You have recently been employed as a Fixed Income Strategist by Peacock Ltd, which is a US-based investment fund. As such, you are responsible for pricing all fixed income securities, determining their respective risk characteristics, and producing reports containing trading recommendations for Peacocks in-house traders.

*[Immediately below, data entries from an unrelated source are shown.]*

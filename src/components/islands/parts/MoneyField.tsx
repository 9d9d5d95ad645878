import { type KeyboardEvent, useRef, useState } from "react";
import { FIELD_GROUP_LOOK, fieldLook, UNIT_BOX_LOOK } from "#src/components/field-look.ts";
import { type MoneyPlaces, readMoney, stepMoney } from "#src/components/money-entry.ts";
import { Field, type FieldWords } from "./Field.tsx";

export type MoneyFieldProps = FieldWords & {
  /** Decimal text such as "34.50"; empty when not known. */
  value: string;
  /** Called when the field is left or stepped, with decimal text; never with what cannot be read. */
  onMoney?: (value: string) => void;
  /** Also called while one types, for figures that follow; Escape then gives back what stood there. */
  live?: boolean;
  name?: string;
  id?: string;
  currency?: string;
  /** "each", "a kit". */
  unit?: string;
  /** 4 for unit prices. */
  places?: MoneyPlaces;
  off?: boolean;
  row?: boolean;
  /** The large price field of the Price page. */
  large?: boolean;
};

/** An amount of money: exact, never below zero. Arrows step by 0.10, with Shift by 1.00. */
export function MoneyField({
  value,
  onMoney,
  live,
  name,
  id,
  currency = "€",
  unit,
  places = 2,
  off,
  row,
  large,
  ...words
}: MoneyFieldProps) {
  const [draft, setDraft] = useState<string | null>(null);
  const [fault, setFault] = useState<string>();
  const wrong = fault ?? words.wrong;
  const begun = useRef(value);

  function type(entry: string) {
    setDraft(entry);
    const read = readMoney(entry, places);
    if (live && read.ok && read.value !== value) onMoney?.(read.value);
  }

  function take(entry: string) {
    const read = readMoney(entry, places);
    setFault(read.ok ? undefined : read.sentence);
    if (!read.ok) return;
    setDraft(null);
    if (read.value !== value) onMoney?.(read.value);
  }

  function step(press: KeyboardEvent<HTMLInputElement>) {
    if (press.key === "Enter") take(press.currentTarget.value);
    if (press.key === "Escape") {
      setDraft(null);
      setFault(undefined);
      if (live && value !== begun.current) onMoney?.(begun.current);
    }
    const direction = press.key === "ArrowUp" ? 1 : press.key === "ArrowDown" ? -1 : 0;
    if (direction === 0 || off) return;
    press.preventDefault();
    const read = readMoney(press.currentTarget.value, places);
    if (read.ok) take(stepMoney(read.value, direction * (press.shiftKey ? 100 : 10)));
  }

  return (
    <Field {...words} id={id} wrong={wrong}>
      {(ids) => (
        <span
          className={`${fieldLook({ wrong: Boolean(wrong), off, row })} ${FIELD_GROUP_LOOK} ${large ? "border-2! border-ink!" : ""}`}
        >
          <span
            aria-hidden="true"
            className={`${UNIT_BOX_LOOK} border-r border-rule ${large ? "type-h1! px-5 font-normal!" : ""}`}
          >
            {currency}
          </span>
          <input
            {...ids}
            name={name}
            inputMode="decimal"
            autoComplete="off"
            readOnly={off}
            value={draft ?? value}
            onFocus={() => {
              begun.current = value;
            }}
            onChange={(change) => type(change.currentTarget.value)}
            onBlur={(leave) => draft !== null && take(leave.currentTarget.value)}
            onKeyDown={step}
            className={`w-full min-w-0 bg-transparent px-3 text-right outline-none ${large ? "type-price py-2.5" : "text-[1.1875rem] leading-6 font-semibold"}`}
          />
          {unit && <span className={`${UNIT_BOX_LOOK} border-l border-rule`}>{unit}</span>}
        </span>
      )}
    </Field>
  );
}
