import { beginSecondFactor, confirmSecondFactor } from "#src/server/own-second-factor.ts";
import { route } from "#src/server/route.ts";
import { FirstCode, MadeSure } from "#src/shapes/account.ts";

/** Makes a secret for an authenticator. */
export const POST = route({
  may: "in-person",
  input: MadeSure,
  run: ({ input, ...given }) => beginSecondFactor(given, input.password),
});

/** Turns the second factor on with the first code. */
export const PUT = route({
  may: "in-person",
  input: FirstCode,
  run: ({ input, ...given }) => confirmSecondFactor(given, input.code),
});
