import { Figure } from "./Figure.tsx";
import type { TallyCell } from "./TallyStrip.tsx";

/** Underlined as links are; a dotted foot would promise a working. */
const FIGURE_LINK = "whitespace-nowrap decoration-2 underline-offset-4 hover:text-petrol";

/** The figure of a cell, or what stands in its place while it is not known. */
export function CellFigure({ cell, workingOut }: { cell: TallyCell; workingOut?: boolean }) {
  if (cell.value === null)
    return (
      <span className="block max-w-full overflow-hidden text-[1rem] leading-[1.9375rem] font-medium text-ellipsis whitespace-nowrap text-ink-2 tablet:text-[1.1875rem]">
        {cell.needsHref ? (
          <a href={cell.needsHref} className="text-ink-2">
            {cell.needs ?? "not known"}
          </a>
        ) : (
          (cell.needs ?? "not known")
        )}
      </span>
    );
  if (cell.href)
    return (
      <a href={cell.href} className={`type-tally ${FIGURE_LINK} ${workingOut ? "text-ink-2" : "text-ink"}`}>
        {cell.value}
      </a>
    );
  return (
    <span className="whitespace-nowrap">
      <Figure
        label={cell.label}
        value={cell.value}
        onOpen={cell.onOpen}
        open={cell.open}
        className={`type-tally ${workingOut ? "text-ink-2" : ""}`}
      />
      {cell.after && <span className="type-table ml-1.5 font-medium">{cell.after}</span>}
    </span>
  );
}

  1. Peacock had invested in 15,000 AAA-rated 1.25% 4-year semi-annual coupon US T-notes that were trading at 97.15 on the date of purchase, one year previously.
  2. Peacock had invested in 23,500 BBB-rated 3.15% 4-year semi-annual coupon corporate bonds sold by a US-based company that were trading at 105.91 on the date of purchase, one year previously.
  3. The current yield on other AAA-rated 4-year semi-annual coupon T-notes was 1.55% p.a.
  4. The current yield on other BBB-rated 4-year semi-annual corporate bonds sold by US-based companies was 2.95% p.a.
  5. The cumulative default rates for AAA-rated 3-year and 2-year bonds are currently 0.13% and 0.03%, respectively.
  6. The cumulative default rates for BBB-rated 3-year and 2-year bonds are currently 0.80% and 0.46%, respectively.
  7. Both the T-notes and corporate bonds have a nominal value of $1,000.00 per bond.
  8. The US-T-Notes and corporate bonds were trading at 98.10 and 102.15, respectively, at the close of trading the previous day.
  9. Peacock has a policy of maintaining an expected holding period of 1-year.

You are also aware that Peacock had a reported profit before interest and tax of $1.25 billion at the end of the last financial year and that it pays interest at the US corporate tax rate, which is currently 15% p.a.

Required:

Calculate Peacocks respective income yield, capital yield and expected holding period return on the US T-Notes.

Calculate Peacocks respective income yield, capital yield and expected holding period return on the corporate bonds.